**YOUR GOAL**
In the entries below, find the line with "this.writableRooms.set(rooms);" and the line with "this.writableAlerts.set(wall.alerts);"; give again those lines and every line between them, exactly.

**ENTRIES SUPPLIED**

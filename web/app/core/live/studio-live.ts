import { computed, type Signal, signal } from '@angular/core';
import type { Alert } from '#shared/contract/alerts';
import type { BatchCard } from '#shared/contract/batches';
import type { LiveFrame } from '#shared/contract/live';
import type { StudioWall } from '#shared/contract/overview';
import type { Studio } from '#shared/contract/studios';
import { RoomLive } from './room-live';

/** One studio as it is now. */
export class StudioLive {
  readonly id: string;
  readonly studio: Signal<Studio>;
  /** In the order of the studio. */
  readonly rooms: Signal<readonly RoomLive[]>;
  /** Every curing batch, placed or not. */
  readonly batches: Signal<readonly BatchCard[]>;
  /** Curing batches that stand on no shelf. */
  readonly unplaced: Signal<readonly BatchCard[]>;
  /** Open and shelved alerts, the oldest first; empty for a viewer. */
  readonly alerts: Signal<readonly Alert[]>;

  private readonly writableStudio;
  private readonly writableRooms = signal<readonly RoomLive[]>([]);
  private readonly writableBatches = signal<ReadonlyMap<string, BatchCard>>(new Map());
  private readonly writableAlerts = signal<readonly Alert[]>([]);

  constructor(wall: StudioWall) {
    this.id = wall.studio.id;
    this.writableStudio = signal(wall.studio);
    this.studio = this.writableStudio.asReadonly();
    this.rooms = this.writableRooms.asReadonly();
    this.alerts = this.writableAlerts.asReadonly();
    this.batches = computed(() => [...this.writableBatches().values()]);
    this.unplaced = computed(() => this.batches().filter((batch) => batch.shelfId === null));
    this.takeWall(wall);
  }

  /** Takes the studio from a fresh overview; rooms that stay keep their objects. */
  takeWall(wall: StudioWall): void {
    this.writableStudio.set(wall.studio);
    const known = new Map(this.writableRooms().map((room) => [room.id, room]));
    const rooms = [...wall.rooms]
      .sort((a, b) => a.position - b.position || a.name.localeCompare(b.name))
      .map((roomWall) => {
        const room = known.get(roomWall.id);
        room?.takeWall(roomWall);
        return room ?? new RoomLive(this.id, roomWall);
      });
    this.writableRooms.set(rooms);
    this.writableBatches.set(new Map(wall.batches.map((batch) => [batch.id, batch])));
    const byRoom = groupedByRoom(wall.batches);
    for (const room of rooms) room.takeBatches(byRoom.get(room.id) ?? []);
    this.writableAlerts.set(wall.alerts);
  }

  /** Lays a live frame over what is known; only the rooms it names change. */
  takeFrame(frame: LiveFrame): void {
    const rooms = new Map(this.writableRooms().map((room) => [room.id, room]));
    for (const now of frame.rooms) rooms.get(now.roomId)?.takeNow(now);
    for (const { roomId, ribbon } of frame.ribbons) rooms.get(roomId)?.takeRibbon(ribbon);
    this.takeBatches(frame.batches, frame.goneBatches, rooms);
    if (frame.alerts.length > 0) this.takeAlerts(frame.alerts);
  }

  private takeBatches(
    changed: readonly BatchCard[],
    gone: readonly string[],
    rooms: ReadonlyMap<string, RoomLive>,
  ): void {
    if (changed.length === 0 && gone.length === 0) return;
    const batches = new Map(this.writableBatches());
    const touched = new Set<string>();
    const touch = (batch: BatchCard | undefined) => {
      if (batch?.roomId) touched.add(batch.roomId);
    };
    for (const batch of changed) {
      touch(batches.get(batch.id));
      touch(batch);
      batches.set(batch.id, batch);
    }
    for (const id of gone) {
      touch(batches.get(id));
      batches.delete(id);
    }
    this.writableBatches.set(batches);
    const byRoom = groupedByRoom(batches.values());
    for (const roomId of touched) rooms.get(roomId)?.takeBatches(byRoom.get(roomId) ?? []);
  }

  private takeAlerts(changed: readonly Alert[]): void {
    this.writableAlerts.update((before) => {
      const alerts = new Map(before.map((alert) => [alert.id, alert]));
      for (const alert of changed) {
        if (alert.state === 'cleared') alerts.delete(alert.id);
        else alerts.set(alert.id, alert);
      }
      return [...alerts.values()].sort((a, b) => a.raisedAt.localeCompare(b.raisedAt));
    });
  }
}

function groupedByRoom(batches: Iterable<BatchCard>): ReadonlyMap<string, BatchCard[]> {
  const groups = new Map<string, BatchCard[]>();
  for (const batch of batches) {
    if (batch.roomId === null) continue;
    const group = groups.get(batch.roomId);
    if (group) group.push(batch);
    else groups.set(batch.roomId, [batch]);
  }
  return groups;
}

**TASK OUTPUT**
    this.writableRooms.set(rooms);
    this.writableBatches.set(new Map(wall.batches.map((batch) => [batch.id, batch])));
    const byRoom = groupedByRoom(wall.batches);
    for (const room of rooms) room.takeBatches(byRoom.get(room.id) ?? []);
    this.writableAlerts.set(wall.alerts);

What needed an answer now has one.